ACTIVITY:
Your response should contain every line from the data below that holds the string "range".

=== DATA ===

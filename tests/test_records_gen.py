"""Invented records for the CSV tests and the merge benchmark.

``make_records(n, seed)`` builds ``n`` records of every kind from a seeded
random generator: the same arguments always give the same records. The
content is invented (a scenario of our own), chosen to stress the codec:
text cells that start with formula triggers, quotes, commas, line breaks,
non-ASCII text, empty strings, unsorted or odd lists that fall back to the
JSON columns, one-sided band limits, drafts without a test, tombstones.
Numbers in the typed columns are floats (the codec reads them back as
floats); numbers inside JSON columns keep their int/float spelling.

``demo_variants(n, seed, spread)`` gives realistic tests instead: the demo
project's deliveries with their masses varied (for the calc columns).
"""

from __future__ import annotations

import random
import uuid

TEXTS = (
    "plain", "", "'", "''", "'quoted", "=1+1", "=HYPERLINK(\"http://example.invalid\",\"open\")",
    "+33 6 12 34 56", "-5 mm lumps", "@SUM(A1:A3)", "\tindented", "\rcarriage", "\nline feed",
    "comma, inside", "quote \" inside", "line\r\nbreak", "two\nlines", "ünïcødé ✓ 日本語 \u2028",
    " leading space", "trailing space ", "0012", "3/8", "1e5", "true", "null", "-", "=", "@",
    "cmd|' /C calc'!A0", "pit N°2; stockpile B", "\ufeffBOM inside", "tab\tinside", "\"",
)
OPENINGS_MM = (75.0, 50.0, 37.5, 25.0, 19.0, 12.5, 9.5, 4.75, 2.36, 2.0, 1.18, 0.85, 0.6, 0.425,
               0.3, 0.25, 0.15, 0.075, 0.02, 0.005, 0.002, 0.0123456789)
KIND_WEIGHTS = (("band", 5), ("base", 10), ("test", 85))


def _uuid(rng: random.Random) -> str:
    return str(uuid.UUID(int=rng.getrandbits(128), version=4))


def _time(rng: random.Random) -> str:
    frac = rng.choice(("", ".000", ".5", ".123456"))
    return (f"2026-{rng.randint(1, 12):02d}-{rng.randint(1, 28):02d}T{rng.randint(0, 23):02d}:"
            f"{rng.randint(0, 59):02d}:{rng.randint(0, 59):02d}{frac}Z")


def _num(rng: random.Random) -> float:
    r = rng.random()
    if r < 0.3:
        return float(rng.randint(0, 900))
    if r < 0.4:
        return rng.choice((0.1 + 0.2, 1e-7, 123456.789, 2.5e-05, 1 / 3, 0.0))
    return round(rng.uniform(0, 600), rng.randint(0, 6)) + (rng.random() * 1e-9 if r > 0.95 else 0.0)


def _text(rng: random.Random) -> str:
    return rng.choice(TEXTS) if rng.random() < 0.6 else f"{rng.choice(TEXTS)} {rng.randint(0, 99999)}"


def _meta(rng: random.Random, ids: list[str]) -> dict:
    meta = {}
    for k in ("sample_id", "project", "material", "zone", "source", "station", "lift", "tested_by", "notes"):
        if rng.random() < 0.5:
            meta[k] = _text(rng)
    if rng.random() < 0.5:
        meta["sampling_point"] = rng.choice(("stockpile", "delivery", "loose_in_lift", "compacted"))
    if rng.random() < 0.4:
        meta["sampled_at"] = _time(rng)
    for k in ("offset_m", "elevation_m", "latitude", "longitude"):
        if rng.random() < 0.4:
            meta[k] = rng.choice((-1, 1)) * _num(rng)
    if ids and rng.random() < 0.3:
        meta["band_id"] = rng.choice(ids)
    if ids and rng.random() < 0.3:
        meta["base_id"] = rng.choice(ids)
    if rng.random() < 0.3:
        meta["rules"] = {"criteria": rng.choice(("nrcs-1994", "usbr-2011", "terzaghi")),
                         "terzaghi_ratio": rng.choice((4, 4.0, 5.5))}
    r = rng.random()
    if r < 0.1:
        meta["lift"] = rng.randint(1, 40)  # a number where text is expected: kept in meta_extra_json
    elif r < 0.2:
        meta["photo_ids"] = [_uuid(rng), _text(rng)]
    elif r < 0.25:
        meta["demo"] = True
    return meta


def _pairs(rng: random.Random, key: str) -> list[dict]:
    ops = sorted(rng.sample(OPENINGS_MM, rng.randint(1, 10)), reverse=True)
    pts = [{"opening_mm": o, key: _num(rng) if key == "retained_g" else min(100.0, _num(rng) / 6)} for o in ops]
    if rng.random() < 0.05:
        rng.shuffle(pts)  # entry order kept exactly, through test_extra_json when not coarsest-first
    if rng.random() < 0.03:
        pts[0]["label"] = rng.choice(("3/8 in", "No. 4", "#200"))
    return pts


def _test(rng: random.Random):
    r = rng.random()
    if r < 0.04:
        return None
    if r < 0.06:
        return {}
    t = {}
    if rng.random() < 0.8:
        t["sieves"] = _pairs(rng, "retained_g")
        t["dry_mass_g"] = _num(rng) + 100.0
        if rng.random() < 0.5:
            t["pan_g"] = _num(rng)
        if rng.random() < 0.4:
            t["washed_dry_mass_g"] = _num(rng)
    else:
        t["passing"] = _pairs(rng, "passing_pct")
    p = rng.random()
    if p < 0.3:
        t["plasticity"] = {"nonplastic": rng.random() < 0.7}
    elif p < 0.45:
        t["plasticity"] = {"liquid_limit": _num(rng) / 10, "plasticity_index": _num(rng) / 30}
    elif p < 0.47:
        t["plasticity"] = {}
    if rng.random() < 0.2:
        t["dispersive"] = rng.random() < 0.5
    if rng.random() < 0.05:
        t["method"] = _text(rng)
    if rng.random() < 0.02:
        t["pan_g"] = None
    return t


def _band(rng: random.Random) -> dict:
    ops = sorted(rng.sample(OPENINGS_MM, rng.randint(1, 8)), reverse=True)
    limits = []
    for o in ops:
        lo = rng.choice((None, _num(rng) / 10))
        hi = _num(rng) / 6 if lo is None or rng.random() < 0.8 else None
        limits.append({"opening_mm": o, "min_pct": lo, "max_pct": hi})
    band = {"name": _text(rng), "limits": limits}
    if rng.random() < 0.1:
        band["source_doc"] = _text(rng)
    if rng.random() < 0.03:
        band["limits"] = []
    return band


def _history(rng: random.Random, rev: int, at: str, by: str) -> list[dict]:
    hist = []
    for k in range(1, rev + 1):
        changes = []
        for _ in range(rng.randint(0, 3)):
            changes.append({"field": f"test.sieves[{rng.randint(0, 9)}].retained_g",
                            "old": rng.choice((None, 12, 12.5, _text(rng))), "new": rng.choice((13, 0.1 + 0.2))})
        hist.append({"rev": k, "at": at if k == rev else _time(rng), "by": by if k == rev else _text(rng),
                     "summary": "created" if k == 1 else _text(rng), "changes": changes})
    return hist


def make_records(n: int, seed: int = 1) -> list[dict]:
    """``n`` invented records of all kinds, the same for the same ``(n, seed)``."""
    rng = random.Random(seed)
    kinds = [k for k, w in KIND_WEIGHTS for _ in range(w)]
    ids: list[str] = []
    out = []
    for _ in range(n):
        kind = rng.choice(kinds)
        rid = _uuid(rng)
        rev = rng.randint(1, 4)
        at, by = _time(rng), _text(rng)
        rec = {"record_id": rid, "kind": kind, "rev": rev, "updated_at": at, "updated_by": by,
               "deleted": rng.random() < 0.03, "exported_at": _time(rng) if rng.random() < 0.3 else None,
               "meta": _meta(rng, ids), "test": None, "band": None,
               "history": _history(rng, rev, at, by) if rng.random() < 0.95 else []}
        if kind == "band":
            rec["band"] = _band(rng) if rng.random() < 0.97 else None
        else:
            rec["test"] = _test(rng)
        ids.append(rid)
        out.append(rec)
    return out


def demo_variants(n: int, seed: int, spread: float, missing_band_every: int = 0) -> tuple[list, list]:
    """``(refs, tests)``: the demo project's bands and base soils (checked records), and
    ``n`` tests drawn from its deliveries with each sieve mass scaled by a factor in
    ``1 +/- spread``; every ``missing_band_every``-th test (0: none) names a band that
    is not among ``refs``, so it gets no verdict."""
    import copy
    from tamis import demo
    from tamis.exchange import record
    rng = random.Random(seed)
    pool = [record.check_record(r) for r in demo.load_records()]
    refs = [r for r in pool if r["kind"] != "test"]
    tests = [r for r in pool if r["kind"] == "test"]
    out = []
    for i in range(n):
        t = copy.deepcopy(rng.choice(tests))
        t["record_id"] = f"{i:08x}-0000-4000-8000-{rng.getrandbits(48):012x}"
        for s in (t["test"] or {}).get("sieves", []):
            s["retained_g"] = s["retained_g"] * (1 + rng.uniform(-spread, spread))
        if missing_band_every and i % missing_band_every == 0:
            t["meta"] = dict(t["meta"], band_id="ffffffff-0000-4000-8000-000000000000")
        out.append(t)
    return refs, out


def test_generator_is_deterministic_and_covers_every_kind():
    a, b = make_records(300, seed=7), make_records(300, seed=7)
    assert a == b
    assert make_records(300, seed=8) != a
    assert {r["kind"] for r in a} == {"band", "base", "test"}
    assert len({r["record_id"] for r in a}) == 300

===

TASK SOLUTION:
    for k in range(1, rev + 1):
        for _ in range(rng.randint(0, 3)):
    kinds = [k for k, w in KIND_WEIGHTS for _ in range(w)]
    for _ in range(n):
    for i in range(n):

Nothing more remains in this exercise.